BEGIN Data for review

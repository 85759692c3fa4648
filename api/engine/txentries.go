package engine

import (
	"errors"
	"fmt"

	"github.com/deadspace-fhir/deadspace/fhir/client"
)

// errFailedEntries means a transaction was answered 200 while some of its
// entries carry an error status (entry.response.status 4xx or 5xx). R4
// makes a transaction all or nothing (http.html#transaction), so a server
// that answers this way kept part of it: the write is not acknowledged.
// What landed is found again by the resend, whose every request is
// conditional.
var errFailedEntries = errors.New("the server answered the transaction 200 but some of its entries failed")

// entryResends is how many attempts a write gets, counting the failed
// ones before, while a transaction of it comes back with a failed entry
// whose status would otherwise be a refusal for good (400, 422, ...):
// part of the transaction landed, and only a resend of the rest shows
// whether the server refuses it on its own. After that the write goes to
// the dead letters as any refused write does. Transient entry statuses
// (429, 503, other 5xx) are retried as a transient failure always is.
const entryResends = 2

// failedEntries returns [errFailedEntries] with each failed entry's error
// (a [*client.Error] per entry, so the writer's rules for statuses and
// Retry-After apply), or nil when every entry succeeded.
func failedEntries(resp client.TransactionResponse) error {
	if err := resp.Err(); err != nil {
		return fmt.Errorf("engine: %w: %w", errFailedEntries, err)
	}
	return nil
}

// resendFailedEntries reports whether a write refused for good only
// through failed entries of a transaction answered 200 is sent again
// rather than buried: while it has had fewer than [entryResends] attempts.
func resendFailedEntries(err error, attempts int) bool {
	return errors.Is(err, errFailedEntries) && attempts < entryResends
}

END Data for review

▸ Problem to solve:
Send back every entry precisely as given.

▸ Answer space:
repository 85759692c3fa4648
filename api/engine/txentries.go
package engine

import (
	"errors"
	"fmt"

	"github.com/deadspace-fhir/deadspace/fhir/client"
)

// errFailedEntries means a transaction was answered 200 while some of its
// entries carry an error status (entry.response.status 4xx or 5xx). R4
// makes a transaction all or nothing (http.html#transaction), so a server
// that answers this way kept part of it: the write is not acknowledged.
// What landed is found again by the resend, whose every request is
// conditional.
var errFailedEntries = errors.New("the server answered the transaction 200 but some of its entries failed")

// entryResends is how many attempts a write gets, counting the failed
// ones before, while a transaction of it comes back with a failed entry
// whose status would otherwise be a refusal for good (400, 422, ...):
// part of the transaction landed, and only a resend of the rest shows
// whether the server refuses it on its own. After that the write goes to
// the dead letters as any refused write does. Transient entry statuses
// (429, 503, other 5xx) are retried as a transient failure always is.
const entryResends = 2

// failedEntries returns [errFailedEntries] with each failed entry's error
// (a [*client.Error] per entry, so the writer's rules for statuses and
// Retry-After apply), or nil when every entry succeeded.
func failedEntries(resp client.TransactionResponse) error {
	if err := resp.Err(); err != nil {
		return fmt.Errorf("engine: %w: %w", errFailedEntries, err)
	}
	return nil
}

// resendFailedEntries reports whether a write refused for good only
// through failed entries of a transaction answered 200 is sent again
// rather than buried: while it has had fewer than [entryResends] attempts.
func resendFailedEntries(err error, attempts int) bool {
	return errors.Is(err, errFailedEntries) && attempts < entryResends
}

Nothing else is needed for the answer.